Overweight and obesity among school-aged and adolescent children have increased among all countries, including those of Eastern Europe [1]. These countries have distinctly differing political, social and economic histories compared to Western developed countries. Child obesity is a major public health concern, as obesity tracks from childhood to adulthood [2] and causes major physical and psychosocial problems, both in the short and long term [3]. Differences in the prevalence of childhood overweight and obesity between socioeconomic groups may contribute to life-long inequalities in health. Systematic reviews of cross-sectional studies show that, in countries with low levels of economic development, obesity is more common among children from more affluent or more educated families [4, 5]. Although in economically developed (Western) countries, obesity is more common among less affluent or less educated families [4, 6]. These cross-sectional analyses cannot indicate the age at which early-life socioeconomic differences in obesity emerge, nor changes in the association with age [5]. By understanding when differential growth rates arise between socioeconomic groups, we can indicate the important period during childhood when socioeconomic differences first emerge, and contrast these findings with those of other countries.

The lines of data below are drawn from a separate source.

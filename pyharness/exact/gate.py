"""Stage 4: is the sample at its place in the cycle, and old enough after every coil's switch-off?"""

from __future__ import annotations

from typing import NamedTuple

from pyharness.exact.constants import (
    MRD_S_BLANKED,
    MRD_S_SAMPLE_MISSING,
    MRD_S_SAMPLE_OFF_TIME,
    MRD_S_SWITCH_OFF_UNSTAMPED,
)
from pyharness.exact.num import WRAP, Record, Vector, bit, flag
from pyharness.exact.ranges import check, check3

OLD = 2**31 - 1  # the greatest age; one that has grown beyond it is saturated
_MISSING = 1 << MRD_S_SAMPLE_MISSING


def off_time(config: Record, inputs: Record) -> bool:
    """Whether mid-sample departs from its place in the cycle by more than the tolerance."""
    place = inputs["cycle_start_us"] + config["phase_us"]
    departure = check("gate.departure", (inputs["sample_us"] - place) % WRAP)
    tolerance = config["tolerance_us"]
    return not (departure <= tolerance or departure >= WRAP - tolerance)


class Coil(NamedTuple):
    """What the gate finds of one coil; the last three are the state's."""

    age_us: int
    clear: int
    unstamped: int
    off_clear: int
    pending: int
    drive_us: int


def earliest_stamp(state: Record, cycle_start: int, i: int) -> int:
    """drive_us of coil i, moved to 2^30 us ago in two cases, so that a stamp of the present time is taken.

    A pulse that began longer ago is over; one that lies ahead was commanded before the clock was set back.
    """
    since_start = check("gate.since_start_us", (cycle_start - state["drive_us"][i]) % WRAP)
    if state["pending"][i] and since_start > 2**30:
        return (cycle_start - 2**30) % WRAP
    return state["drive_us"][i]


def blanking(
    state: Record, config: Record, stamp: int, cycle_start: int, start: int, in_time: bool, on: int, i: int,
) -> Coil:
    """Coil i, its switch-off stamped with `stamp`, at the start of the sample.

    `on` tells that it carries current while the magnetometer samples.

    Only a sample in time (neither missing nor off its place in the cycle) can show that a switch-off is old.
    """
    age = (start - stamp) % WRAP
    fresh = stamp != state["switch_off_us"][i]
    drive = earliest_stamp(state, cycle_start, i)
    since_drive = check("gate.since_drive_us", (stamp - drive) % WRAP)
    stamped = fresh and since_drive <= OLD
    pending = flag(state["pending"][i] and not stamped)
    if not state["off_known"]:
        return Coil(age, clear=0, unstamped=0, off_clear=0, pending=pending, drive_us=drive)
    if pending:
        return Coil(age, clear=0, unstamped=1, off_clear=0, pending=1, drive_us=drive)
    if on:
        return Coil(age, clear=0, unstamped=0, off_clear=0, pending=0, drive_us=drive)
    was_clear = not fresh and state["off_clear"][i]
    if was_clear and age > OLD:
        return Coil(OLD, clear=1, unstamped=0, off_clear=1, pending=0, drive_us=drive)
    # An age of 2^31 or more: switched off after the start of the sample.
    clear = flag(config["blanking_us"][i] <= age <= OLD)
    return Coil(age, clear, 0, flag(was_clear or (clear and in_time)), pending=0, drive_us=drive)


def admit(
    state: Record, config: Record, inputs: Record, on: Vector, status: int,
) -> tuple[Vector, Record, int]:
    """Place in the cycle and blanking; `on` tells which coils carry current while the magnetometer samples.

    Returns the age of each switch-off, what the state keeps of the coils, and the status bits of this stage.
    """
    raised = 0
    if status & _MISSING:
        start = inputs["cycle_start_us"]
    else:
        start = (inputs["sample_us"] - config["half_sample_us"]) % WRAP
        raised = bit(off_time(config, inputs), MRD_S_SAMPLE_OFF_TIME)
    in_time = not (status & _MISSING or raised)
    off_x, off_y, off_z = inputs["switch_off_us"]
    begin = inputs["cycle_start_us"]
    x = blanking(state, config, off_x, begin, start, in_time, on[0], 0)
    y = blanking(state, config, off_y, begin, start, in_time, on[1], 1)
    z = blanking(state, config, off_z, begin, start, in_time, on[2], 2)
    raised |= bit(x.unstamped or y.unstamped or z.unstamped, MRD_S_SWITCH_OFF_UNSTAMPED)
    raised |= bit(not (x.clear and y.clear and z.clear or status & _MISSING), MRD_S_BLANKED)
    coils = {
        "switch_off_us": inputs["switch_off_us"],
        "off_known": 1,
        "off_clear": (x.off_clear, y.off_clear, z.off_clear),
        "pending": (x.pending, y.pending, z.pending),
        "drive_us": (x.drive_us, y.drive_us, z.drive_us),
    }
    return check3("gate.age_us", (x.age_us, y.age_us, z.age_us)), coils, raised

Few longitudinal studies have been published from low- and middle-income countries. In particular, countries from the former Soviet Union [7,8,9] are instructive, because they have undergone periods of rapid recent change. Some previous longitudinal studies of weight or adiposity gain have examined trajectories in different measures that depend on age. For example, ponderal index (PI, kg/m3) was conventionally reported from birth to 2 years versus body mass index (BMI, kg/m2) from 2 years upward [10]. Others have reported outcomes that are not easily interpretable in terms of actual weight, e.g., coefficients determined as functions of age [11]. Still others do not account for length or height; if weight alone is the outcome, then any observed differences could be due to differences in stature, which influences weight [11].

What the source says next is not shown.